Category Archives: Advertising

Examples of Advertising

Reebok, Self-Reliance, and Individualism.

In the summer of 1990 in New York, while working at Ogilvy & Mather, Bill Hamilton told me not open my mouth for the next 10 years. It wasn’t directed at me personally, just all of the account executives in the company. I did not observe his monastic recommendation, but I always admired the voice he created for his clients.

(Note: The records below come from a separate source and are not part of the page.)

def test_off_resonance_letters_are_hydrogen_counts_only_if_every_line_has_one():
    found = parse_peaks("166.6 (s), 128.4 (d), 60.9 (t), 14.3 (q)", "13C")
    assert [p.attached_h for p in found.peaks] == [0, 1, 2, 3] and "read as C, CH, CH2, CH3" in found.notes[0]
    doubtful = parse_peaks("166.6 (s), 165.7 (d), 60.9", "13C")
    assert all(p.attached_h is None for p in doubtful.peaks)
    assert all(p.attached_h is None for p in parse_peaks("166.6 (s), 128.4 (d, J = 9 Hz), 60.9 (t), 14.3 (q)", "13C").peaks)


def test_pairs_in_both_directions():
    straight = parse_peaks("60.9/4.38, 14.3/1.39", "13C")
    assert [(p.shift_ppm, p.pair_ppm) for p in straight.peaks] == [(60.9, 4.38), (14.3, 1.39)] and not straight.notes
    turned = parse_peaks("4.38/60.9, 1.39/14.3", "13C")
    assert [(p.shift_ppm, p.pair_ppm) for p in turned.peaks] == [(60.9, 4.38), (14.3, 1.39)] and "1H/13C" in turned.notes[0]
    protons = parse_peaks("60.9/4.38, 14.3/1.39", "1H")
    assert [(p.shift_ppm, p.pair_ppm) for p in protons.peaks] == [(4.38, 60.9), (1.39, 14.3)]


def test_a_whole_number_behind_the_stroke_is_a_hydrogen_count_and_a_decimal_a_shift():
    one, other = parse_peaks("128.4/1, 30.2/1.0", "13C").peaks
    assert (one.attached_h, one.pair_ppm) == (1, None) and (other.attached_h, other.pair_ppm) == (None, 1.0)


@pytest.mark.parametrize(
    "nucleus, text, lines, nuclei",
    [
        ("13C", "166.6, 132.8, 130.5, 129.5 (2C), 128.3 (2C), 60.9, 14.3, 171.36, 60.49, 21.04, 14.19", 11, 13),
        (
            "13C",
            "196.5, 165.7 (d, J = 254 Hz), 133.6 (d, J = 3 Hz), 130.9 (d, J = 9 Hz, 2C), 115.6 (d, J = 22 Hz, 2C), 26.5",
            6,
            8,
        ),
        ("13C", "167.6, 153.1, 131.0, 120.8 (2C), 115.0 (2C), 23.7", 6, 8),
        ("1H", "9.65, 9.14, 7.34 (2H), 6.68 (2H), 1.98 (3H), 2.50, 3.33", 7, 11),
        ("13C", "162.5, 139.6, 138.5, 120.2, 105.9, 37.4", 6, 6),
        ("13C", "146.3, 143.4, 129.6, 121.5, 114.1, 111.6, 55.8, 21.0", 8, 8),
        ("13C", "162.6, 36.5, 31.4", 3, 3),
        ("1H", "2.96, 2.88, 8.02", 3, 3),
        ("1H", "4.152, 4.134, 4.116, 4.098; 2.045; 1.276, 1.258, 1.240", 8, 8),
    ],
)
def test_lists_of_the_bench_cases(nucleus, text, lines, nuclei):
    """Shifts of common compounds, from memory."""
    found = parse_peaks(text, nucleus)
    assert len(found.peaks) == lines and not found.notes
    assert sum((p.hydrogens if nucleus == "1H" else p.carbons) or 1 for p in found.peaks) == nuclei


# Round trip.

decimals = st.integers(1, 2200).map(lambda k: k / 10)
CARBONS = st.builds(
    lambda shift, width, j, c, h, pair: Peak(
        "13C",
        shift + width / 2,
        shift,
        shift + width,
        couplings_hz=tuple(j),
        carbons=c,
        attached_h=h,
        multiplicity="d" if j else None,
        pair_ppm=pair,
    ),
    decimals,
    st.sampled_from([0, 0, 0.8]),
    st.lists(st.integers(1, 300).map(float), max_size=2),
    st.sampled_from([None, 2, 3]),
    st.sampled_from([None, 0, 1, 2, 3]),
    st.sampled_from([None, None, None, 7.26, 12.0]),
)
PROTONS = st.builds(
    lambda shift, width, j, n, mult: Peak(
        "1H", shift + width / 2, shift, shift + width, couplings_hz=tuple(j), hydrogens=n, multiplicity=mult
    ),
    st.integers(-300, 1300).map(lambda k: k / 100),
    st.sampled_from([0, 0, 0.12]),
    st.lists(st.integers(10, 180).map(lambda k: k / 10), max_size=3),
    st.sampled_from([None, 1.0, 2.0, 0.5, 12.0]),
    st.sampled_from([None, "s", "m", "br s", "dd", "quint", "sept", "app t", "ddd", "AB q", "br"]),
)


def check_round_trip(nucleus, peaks, solvent, frequency):
    again = parse_peaks(render_journal_text(PeakList(nucleus, tuple(peaks), solvent, frequency)), nucleus)
    assert again.solvent == solvent and again.frequency_mhz == frequency
    for one, other in zip(peaks, again.peaks, strict=True):
        assert (one.shift_ppm, one.lower_ppm, one.upper_ppm) == pytest.approx(
            (other.shift_ppm, other.lower_ppm, other.upper_ppm)
        )
        for name in ("couplings_hz", "carbons", "attached_h", "hydrogens", "multiplicity", "pair_ppm"):
            assert getattr(one, name) == getattr(other, name), name


@settings(max_examples=150, deadline=None)
@given(st.lists(CARBONS, min_size=1, max_size=8))
def test_round_trip_of_carbons(peaks):
    check_round_trip(
        "13C", [*(p for p in peaks if p.pair_ppm is None or p.shift_ppm > 20), Peak("13C", 150.0, 150.0, 150.0)], "CDCl3", 101.0
    )


@settings(max_examples=150, deadline=None)
@given(st.lists(PROTONS, min_size=1, max_size=8))
def test_round_trip_of_protons(peaks):
    check_round_trip("1H", peaks, "DMSO-d6", 400.13)


@settings(max_examples=300, deadline=None)
@given(st.text(alphabet="0123456789.,;()[]{}/ -–xδJ=HzCdtqm\n'<>&$_^²", max_size=60), st.sampled_from(["13C", "1H"]))
def test_any_text_gives_peaks_or_a_peak_error(text, nucleus):
    try:
        found = parse_peaks(text, nucleus)
    except PeakError as error:
        assert error.problems
        return
    assert found.peaks and all(p.lower_ppm <= p.shift_ppm <= p.upper_ppm for p in found.peaks)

You may not remember Bill like I do, but he was the creative genius behind the iconic U.B.U. campaign for Reebok in the late 80’s. Described by Philip Dougherty in his 1988 New York Times article as filled with “generally weird segments” including “a fairy godmother type in a crowd emerging from a subway exit, all white and bouffant with her crown and her Reeboks; a surreal shot of a Greek chorus in amphitheater surroundings; a bevy of wood nymphs tiptoeing through a forest glade, and, in baseball cap and raincoat, a three-legged man.” Here is the ad below:

The visual chaos of this 80’s infused spot overshadowed copy that will live well beyond the time anyone remembers Lady Gaga or Justin Bieber. That is because Bill Hamilton didn’t write it. Ralph Waldo Emerson wrote it. It was borrowed. And, it is perfect:

  • Whoso would be a man must be a nonconformist.
  • A foolish consistency is the hobgoblin of little minds.
  • To be great is to be misunderstood.
  • There is a time in every man’s education when he arrives at the conviction that envy is ignorance; that imitation is suicide; that he must take himself for better, for worse, as his portion.
  • Insist on yourself; never imitate.
  • God will not have his work made manifest by cowards.
  • Discontent is the want of self-reliance: it is infirmity of will.
  • Nothing is at last sacred but the integrity of your own mind.
  • Society everywhere is in conspiracy against the manhood of every one of its members.
  • To believe your own thought, to believe that what is true for you in your private heart is true for all men, — that is genius.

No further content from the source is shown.